A província de Sofala foi o palco de avanços decisivos para o sector agrário nacional. Durante uma visita exploratória de três dias, o , Roberto Mito Albino, e o representante do Banco Mundial em Moçambique, Fily Sissoko, desenharam as linhas mestras para expandir a produção de alimentos e transformar o agronegócio através de uma abordagem focada nas cadeias de valor.

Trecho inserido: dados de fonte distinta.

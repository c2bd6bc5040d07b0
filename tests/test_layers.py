"""The package's folders are the pipeline: imports run one way, load ← derive ← render.

Every ``import`` in ``factsheet/`` (also those inside functions, which only defer the cost) is
an edge of the module graph. The graph must have no cycle, and each part may import only the
parts at or below it:

* ``physics`` — pure functions (tests/physics/test_physics_boundary.py checks its own imports);
* the shared records and words — ``model``, ``labels``, ``notation``, ``i18n``, ``errors``,
  ``resources``;
* ``load`` — may use the records and the physics (the redshift check);
* ``derive`` — may use load;
* ``figures`` — drawing only: the records, the labels and the physics, nothing of the stages;
* ``render`` — may use load, derive and figures;
* the orchestration at the top — ``build``, ``cache``, ``publish``, ``serve``, ``cli``, ``api``.
"""

from __future__ import annotations

import ast
from pathlib import Path

import pytest

import factsheet

PACKAGE = Path(factsheet.__file__).resolve().parent
SHARED = {"model", "labels", "notation", "errors", "resources", "i18n"}
TOP = {"build", "cache", "progress", "publish", "serve", "cli", "api"}
#: The parts each part may import (besides itself).
ALLOWED = {
    "physics": set(),
    "shared": {"physics"},
    "load": {"shared", "physics"},
    "derive": {"shared", "physics", "load"},
    "figures": {"shared", "physics"},
    "render": {"shared", "physics", "load", "derive", "figures"},
    "top": {"shared", "physics", "load", "derive", "figures", "render", "top"},
}


def _module_name(path: Path) -> str:
    parts = path.relative_to(PACKAGE.parent).with_suffix("").parts
    return ".".join(parts[:-1] if parts[-1] == "__init__" else parts)


MODULES = {_module_name(p): p for p in sorted(PACKAGE.rglob("*.py"))}


def part(module: str) -> str:
    """Which part of the pipeline a module belongs to."""
    pieces = module.split(".")
    if len(pieces) == 1:
        return "shared"  # the package's own __init__
    first = pieces[1]
    if first in SHARED:
        return "shared"
    if first in TOP:
        return "top"
    return first


def _targets(node: ast.AST, module: str, is_package: bool) -> list[str]:
    """The factsheet modules an import statement names (a submodule when it is one)."""
    if isinstance(node, ast.Import):
        return [a.name for a in node.names if a.name.split(".")[0] == "factsheet"]
    if not isinstance(node, ast.ImportFrom):
        return []
    if node.level:
        base = module.split(".")
        base = base if is_package else base[:-1]
        base = base[: len(base) - node.level + 1]
        source = ".".join([*base, node.module] if node.module else base)
    else:
        source = node.module or ""
    if source.split(".")[0] != "factsheet":
        return []
    return [f"{source}.{a.name}" if f"{source}.{a.name}" in MODULES else source for a in node.names]


def imports() -> dict[str, set[str]]:
    graph: dict[str, set[str]] = {}
    for name, path in MODULES.items():
        tree = ast.parse(path.read_text(encoding="utf-8"), filename=str(path))
        is_package = path.name == "__init__.py"
        found = {t for node in ast.walk(tree) for t in _targets(node, name, is_package)}
        graph[name] = {t for t in found if t in MODULES and t != name}
    return graph


GRAPH = imports()


@pytest.mark.parametrize("module", sorted(GRAPH))
def test_imports_run_one_way(module):
    here = part(module)
    for target in sorted(GRAPH[module]):
        there = part(target)
        assert there == here or there in ALLOWED[here], (
            f"{module} ({here}) imports {target} ({there}): a later stage into an earlier one"
        )


def test_no_import_cycle():
    state: dict[str, int] = {}  # 1: on the current path, 2: done

    def visit(module: str, path: list[str]) -> None:
        state[module] = 1
        for target in sorted(GRAPH[module]):
            if state.get(target) == 1:
                cycle = [*path[path.index(target) :], target]
                pytest.fail("import cycle: " + " -> ".join(cycle))
            if target not in state:
                visit(target, [*path, target])
        state[module] = 2

    for module in sorted(GRAPH):
        if module not in state:
            visit(module, [module])


def test_every_part_is_known():
    assert {part(m) for m in MODULES} <= set(ALLOWED)


def test_the_tree_shows_the_pipeline():
    packages = {p.name for p in PACKAGE.iterdir() if (p / "__init__.py").is_file()}
    assert {"load", "derive", "physics", "figures", "render"} <= packages
    flat = {p.stem for p in PACKAGE.glob("*.py")} - {"__init__"}
    assert flat == SHARED | TOP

A comitiva, que integrou quadros técnicos do sector, visitou de perto várias infra-estruturas produtivas, empreendimentos agro-industriais e organizações de produtores locais para avaliar o real potencial da região.
Durante as auscultações, segundo avança a nota, o Ministro Roberto Mito Albino defendeu convictamente a urgência de pacotes financeiros mais acessíveis e de baixo custo para o campesinato e empresariado agrícola, como mecanismo essencial para alavancar os rendimentos e travar a dependência externa.
“A solução para reduzir a importação de alimentos passa por um maior investimento na produção. E temos de investir numa escala muito elevada. Quando o problema é grande, a solução também deve ser grande. É essa a nossa luta conjunta com o nosso parceiro aqui presente”, sublinhou o governante.
Esta acção no terreno surge no âmbito da preparação do Programa de Desenvolvimento das Cadeias de Valor do Agronegócio de Moçambique (MozAgriBiz). Alinhado à nova iniciativa Agri-Connect, financiada pelo Banco Mundial, o programa assenta na atracção de investimento privado (prioritariamente nacional), na industrialização local e no aumento substancial da capacidade de processamento de alimentos no país.
O Ministro alertou, contudo, que o sucesso destas iniciativas vai depender crucialmente da capacidade de resposta e organização dos produtores assim que os fundos forem desembolsados.
Num dos momentos mais marcantes da governação aberta em Sofala, Roberto Mito Albino lançou um desafio directo ao Administrador do Distrito de Dondo: identificar novas terras fora da concessão da Açucareira de Mafambisse. O objectivo é audacioso: saltar dos actuais 2.000 para 10.000 hectares de área cultivada através de blocos produtivos.
“Um dos trabalhos que vamos deixar com o nosso administrador e com os líderes comunitários é identificar áreas boas para produção, aquelas que não estão a ser usadas, conversar com aqueles que têm os DUAT para nos ceder e colocar essa terra às mamãs, aos jovens, para poderem produzir comida e alimentar Moçambique”, instou o Ministro.
Por seu turno, Fily Sissoko tomou boa nota dos estrangulamentos apontados pelos produtores de Sofala, que vão desde a falta de diques, valas de drenagem e sistemas de irrigação, até ao acesso deficitário a sementes certificadas, fertilizantes e assistência técnica através da extensão agrária.
O representante do Banco Mundial garantiu celeridade na activação dos recursos, assegurando que o novo programa estará pronto a apoiar em grande escala até Setembro, mesmo antes do arranque da campanha agrária 2026/27, de modo a criar empregos e gerar novas oportunidades económicas para os moçambicanos.